═══ Entries provided

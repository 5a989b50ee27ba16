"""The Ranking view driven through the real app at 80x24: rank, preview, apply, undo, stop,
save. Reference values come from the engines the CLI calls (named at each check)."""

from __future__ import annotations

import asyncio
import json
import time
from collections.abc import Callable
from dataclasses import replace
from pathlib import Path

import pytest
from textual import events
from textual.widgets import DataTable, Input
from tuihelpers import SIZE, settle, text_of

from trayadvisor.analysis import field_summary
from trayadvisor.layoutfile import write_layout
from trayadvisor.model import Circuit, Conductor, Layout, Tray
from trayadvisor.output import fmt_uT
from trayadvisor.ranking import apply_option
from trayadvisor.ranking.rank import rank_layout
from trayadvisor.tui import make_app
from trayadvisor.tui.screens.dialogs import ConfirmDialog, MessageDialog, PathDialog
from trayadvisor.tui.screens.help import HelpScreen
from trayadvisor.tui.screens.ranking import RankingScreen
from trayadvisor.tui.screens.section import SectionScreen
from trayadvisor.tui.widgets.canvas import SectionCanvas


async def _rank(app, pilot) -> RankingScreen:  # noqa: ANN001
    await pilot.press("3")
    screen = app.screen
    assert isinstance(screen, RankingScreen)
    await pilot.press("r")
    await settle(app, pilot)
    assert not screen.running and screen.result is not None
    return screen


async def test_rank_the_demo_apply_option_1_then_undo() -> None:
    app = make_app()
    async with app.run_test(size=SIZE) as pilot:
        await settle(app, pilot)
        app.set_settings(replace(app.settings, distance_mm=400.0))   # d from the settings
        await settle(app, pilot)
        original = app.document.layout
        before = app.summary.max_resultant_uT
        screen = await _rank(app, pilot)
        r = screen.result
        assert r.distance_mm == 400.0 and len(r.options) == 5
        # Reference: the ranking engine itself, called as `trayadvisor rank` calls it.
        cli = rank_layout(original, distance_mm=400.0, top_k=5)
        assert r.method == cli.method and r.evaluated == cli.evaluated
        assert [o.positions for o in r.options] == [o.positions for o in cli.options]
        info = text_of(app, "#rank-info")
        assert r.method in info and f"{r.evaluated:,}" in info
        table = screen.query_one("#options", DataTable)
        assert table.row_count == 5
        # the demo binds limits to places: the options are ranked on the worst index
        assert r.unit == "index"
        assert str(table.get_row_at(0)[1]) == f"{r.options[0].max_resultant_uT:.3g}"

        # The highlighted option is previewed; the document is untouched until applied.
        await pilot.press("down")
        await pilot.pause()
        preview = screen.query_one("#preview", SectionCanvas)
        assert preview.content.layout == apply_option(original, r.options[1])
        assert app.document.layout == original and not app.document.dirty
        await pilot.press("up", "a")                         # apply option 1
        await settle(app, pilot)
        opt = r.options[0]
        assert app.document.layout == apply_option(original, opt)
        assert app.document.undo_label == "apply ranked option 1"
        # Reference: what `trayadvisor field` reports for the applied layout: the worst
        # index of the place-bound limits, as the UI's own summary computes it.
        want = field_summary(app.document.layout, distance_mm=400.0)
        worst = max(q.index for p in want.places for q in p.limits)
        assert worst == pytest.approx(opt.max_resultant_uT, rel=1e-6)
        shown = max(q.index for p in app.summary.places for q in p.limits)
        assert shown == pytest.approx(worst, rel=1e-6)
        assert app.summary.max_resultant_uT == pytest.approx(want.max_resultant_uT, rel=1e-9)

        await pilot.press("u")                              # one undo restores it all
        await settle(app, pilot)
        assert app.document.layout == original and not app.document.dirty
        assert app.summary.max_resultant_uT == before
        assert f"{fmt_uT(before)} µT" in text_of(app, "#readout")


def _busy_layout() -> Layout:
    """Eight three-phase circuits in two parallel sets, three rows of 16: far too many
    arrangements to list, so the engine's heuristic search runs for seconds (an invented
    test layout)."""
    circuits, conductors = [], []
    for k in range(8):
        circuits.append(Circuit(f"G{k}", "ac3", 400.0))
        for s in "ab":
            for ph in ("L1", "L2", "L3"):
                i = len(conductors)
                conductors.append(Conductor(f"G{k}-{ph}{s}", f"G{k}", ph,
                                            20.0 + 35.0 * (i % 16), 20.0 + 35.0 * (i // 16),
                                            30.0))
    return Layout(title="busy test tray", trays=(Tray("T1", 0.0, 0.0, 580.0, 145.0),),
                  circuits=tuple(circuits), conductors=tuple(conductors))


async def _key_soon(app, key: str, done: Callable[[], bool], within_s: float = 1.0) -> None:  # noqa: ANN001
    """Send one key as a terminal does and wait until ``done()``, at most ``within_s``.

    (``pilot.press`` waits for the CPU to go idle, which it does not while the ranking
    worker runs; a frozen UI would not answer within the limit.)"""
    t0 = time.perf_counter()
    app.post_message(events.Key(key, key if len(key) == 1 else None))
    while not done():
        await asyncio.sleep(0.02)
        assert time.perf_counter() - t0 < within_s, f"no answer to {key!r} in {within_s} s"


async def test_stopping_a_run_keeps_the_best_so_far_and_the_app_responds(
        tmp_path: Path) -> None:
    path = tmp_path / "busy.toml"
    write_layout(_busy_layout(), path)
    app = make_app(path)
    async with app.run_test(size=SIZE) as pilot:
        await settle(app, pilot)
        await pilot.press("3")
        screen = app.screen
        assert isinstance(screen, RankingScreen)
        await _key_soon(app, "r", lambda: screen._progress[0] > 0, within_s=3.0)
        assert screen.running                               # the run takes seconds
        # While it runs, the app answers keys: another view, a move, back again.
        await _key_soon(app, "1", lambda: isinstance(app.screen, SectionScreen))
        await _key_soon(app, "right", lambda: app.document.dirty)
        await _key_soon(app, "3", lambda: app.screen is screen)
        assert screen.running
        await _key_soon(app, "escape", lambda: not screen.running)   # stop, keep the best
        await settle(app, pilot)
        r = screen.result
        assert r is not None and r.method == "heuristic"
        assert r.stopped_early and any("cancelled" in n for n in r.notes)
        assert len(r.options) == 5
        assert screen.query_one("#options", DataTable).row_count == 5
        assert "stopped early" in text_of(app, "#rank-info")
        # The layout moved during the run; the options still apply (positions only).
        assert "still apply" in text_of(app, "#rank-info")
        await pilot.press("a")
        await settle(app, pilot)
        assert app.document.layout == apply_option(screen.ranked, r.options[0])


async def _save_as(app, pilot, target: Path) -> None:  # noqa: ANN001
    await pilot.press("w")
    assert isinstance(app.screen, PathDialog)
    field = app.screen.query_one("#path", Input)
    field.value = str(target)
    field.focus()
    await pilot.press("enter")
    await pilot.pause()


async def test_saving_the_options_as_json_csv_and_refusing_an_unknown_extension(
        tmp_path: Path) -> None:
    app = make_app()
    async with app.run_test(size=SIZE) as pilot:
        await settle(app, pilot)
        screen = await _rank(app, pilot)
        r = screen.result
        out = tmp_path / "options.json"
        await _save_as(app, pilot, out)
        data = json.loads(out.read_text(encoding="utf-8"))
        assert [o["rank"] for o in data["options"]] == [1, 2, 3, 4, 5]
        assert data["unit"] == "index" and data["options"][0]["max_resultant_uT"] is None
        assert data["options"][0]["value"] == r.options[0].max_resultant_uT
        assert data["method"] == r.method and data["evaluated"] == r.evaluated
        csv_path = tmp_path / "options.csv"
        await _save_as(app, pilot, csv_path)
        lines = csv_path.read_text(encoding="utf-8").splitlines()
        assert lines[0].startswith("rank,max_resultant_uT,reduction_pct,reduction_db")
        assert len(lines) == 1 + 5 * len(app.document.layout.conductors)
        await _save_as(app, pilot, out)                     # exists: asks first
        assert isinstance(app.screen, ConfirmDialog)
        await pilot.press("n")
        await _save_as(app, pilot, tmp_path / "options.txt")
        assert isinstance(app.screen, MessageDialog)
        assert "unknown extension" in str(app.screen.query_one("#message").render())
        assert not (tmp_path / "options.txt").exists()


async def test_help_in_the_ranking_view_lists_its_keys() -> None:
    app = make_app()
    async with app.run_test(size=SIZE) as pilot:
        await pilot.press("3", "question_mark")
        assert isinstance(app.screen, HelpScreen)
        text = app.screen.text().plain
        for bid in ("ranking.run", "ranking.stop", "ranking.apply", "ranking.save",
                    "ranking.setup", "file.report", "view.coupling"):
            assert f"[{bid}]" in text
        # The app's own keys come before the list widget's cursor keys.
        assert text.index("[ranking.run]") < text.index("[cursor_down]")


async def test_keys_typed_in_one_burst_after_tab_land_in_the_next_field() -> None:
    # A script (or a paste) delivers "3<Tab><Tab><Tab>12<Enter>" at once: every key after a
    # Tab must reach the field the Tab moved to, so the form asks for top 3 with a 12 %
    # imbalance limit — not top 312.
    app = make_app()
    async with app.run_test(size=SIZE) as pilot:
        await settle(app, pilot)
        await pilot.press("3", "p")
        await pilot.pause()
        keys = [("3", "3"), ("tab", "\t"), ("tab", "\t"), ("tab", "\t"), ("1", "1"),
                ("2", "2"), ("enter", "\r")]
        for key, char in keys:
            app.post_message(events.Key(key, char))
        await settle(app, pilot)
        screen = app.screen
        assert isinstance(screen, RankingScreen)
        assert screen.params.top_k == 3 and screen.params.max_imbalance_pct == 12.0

══════

**Your instructions**
From the entries above, copy every line that holds the word "lambda".

**Result for this task**
        await _key_soon(app, "r", lambda: screen._progress[0] > 0, within_s=3.0)
        await _key_soon(app, "1", lambda: isinstance(app.screen, SectionScreen))
        await _key_soon(app, "right", lambda: app.document.dirty)
        await _key_soon(app, "3", lambda: app.screen is screen)
        await _key_soon(app, "escape", lambda: not screen.running)   # stop, keep the best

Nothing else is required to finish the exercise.